About BC Definition

[LanPeng-94]

Dr. Lu:
I have recently had two problems with deepxde and would like to ask you for advice.

1. I have the following equation corresponding to the boundary case of the PDE：
   BC：u(0,t) = 0; u(10,t) = 0
   IC: u(x,0) = m*t.
   As you can see, at this point at (10,0), the right boundary and the initial condition are in conflict. My approach is to force the initial condition to the right boundary value at that point, and at this point, I want to improve the computational accuracy by imposing a hard constraint, how should I impose it?

2. I need to model the following, where u changes parameters at H/2, so I set two variables u1 and u2, so I can get
   a1u1xx = u1t；a2u2xx = u2t
   The boundary conditions satisfy BC1 and BC2 and satisfy u1 = u2 and u1x = u2x at H/2. How should I model the calculation using deepxde, what I have in mind is to use OperatorBC at H/2.

[LanPeng-94]

I make a correction that in problem 1, the IC is u(x,0)=m*x

[lululxvi]

1. See FAQ for the hard constraint. But it is better to make IC and BC consistent.
2. u1 = u2 and u1x = u2x. It should be OK to directly use one u

[LanPeng-94]

For question 2, since the values of a1 and a2 are different, it is necessary to construct 2 equations when constructing the PDE module using deepxde，How to use only one u?
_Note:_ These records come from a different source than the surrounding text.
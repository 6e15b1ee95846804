"""Room 3: species, thermodynamics, equations of state, equilibrium and rate laws.

Formulas are written once and read the same for a float, an array, a casadi symbol and a Pyomo expression.
"""
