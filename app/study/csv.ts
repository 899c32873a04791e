import type { StudyResults } from '#engine';
import { basisColumns } from './basis-columns';
import { csvText } from './csv-text';
import { energyColumns } from './energy-columns';

/**
 * The energies of a study as CSV (RFC 4180, CRLF): one row a point, header `coordinate,RHF,CISD,…`.
 *
 * Energies in hartree with all the digits that a double holds; the coordinate in the study's unit (degrees for
 * angles), empty for a single point. Empty where an energy is missing or did not converge, so that it cannot be
 * taken for a good one. After the study's own columns follow, as `FCI/cc-pVTZ`, those in its further bases and, as
 * `FCI/limit` and `FCI/limit ±`, in their limit.
 */
export function studyCsv(results: StudyResults): string {
  const columns = energyColumns(results);
  const further = basisColumns(results).flatMap(({ label, energies, uncertainties }) => [
    { label, numbers: energies },
    ...(uncertainties ? [{ label: `${label} ±`, numbers: uncertainties }] : []),
  ]);
  const header = ['coordinate', ...[...columns, ...further].map(({ label }) => label)];
  const rows = results.points.map((point, index) => [
    point.coordinate === null ? '' : String(point.coordinate),
    ...columns.map(({ entryAt }) => {
      const entry = entryAt(point);
      return entry?.converged && Number.isFinite(entry.energy) ? String(entry.energy) : '';
    }),
    ...further.map(({ numbers }) => numbers[index]?.toString() ?? ''),
  ]);
  return csvText([header, ...rows]);
}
• When there is only one u, the definition is

def PDE(x,u):
       du_x, du_t = tf.gradients(u,x)[0][:,0:1], tf.gradients(u,x)[0][:,1:2]
       du_xx =  tf.gradients(du_x,x)[0][:,0:1]
       eq_a = **a**du_xx-du_t
       return eq_a

, and the a cannot be taken correctly. It seems that two of u need to be defined in order to realize the change in PDE at different locations.

def pde(x, y):
       u1, u2 = y[:,0:1], y[:, 1:2]
       du1_x, du1_t = tf.gradients(u1, x)[0][:, 0:1], tf.gradients(u1, x)[0][:, 1:2]
       du2_x, du2_t = tf.gradients(u2, x)[0][:, 0:1], tf.gradients(u2, x)[0][:, 1:2]
       du1_xx = tf.gradients(du1_x, x)[0][:, 0:1]
       du2_xx = tf.gradients(du2_x, x)[0][:, 0:1]
       eq_a = du1_t - du1_xx
       eq_b = du2_t - du2_xx
       return [eq_a, eq_b]

[lululxvi]

In your second piece of code, the PDE for u1 and u2 seems exactly the same, so a is the same for u1 and u2?

[LanPeng-94]

Unfortunately, a represents the parameters of the equation, and at H/2 the parameters have changed, a1 and a2 are different, so two equations need to be constructed. At H/2, the continuity condition is met, i.e. u1 = u2, u1x = u2x

[lululxvi]

• You could use u1 and u2 separately.
• But here u1 are u2 still satisfy the same PDE, and you can consider a is a function fo x.

Both approaches are OK, but using only one u could be easier to implement.

[w-venton]

@LanPeng-94 hi, I'm also interested in the case of two different materials right now, have you solved the above problem? can you share your final code?
I am confused with the u1x = u2x, how can it be set in code? I know that u1=u2 is default if we use one PDE. Thanks very much.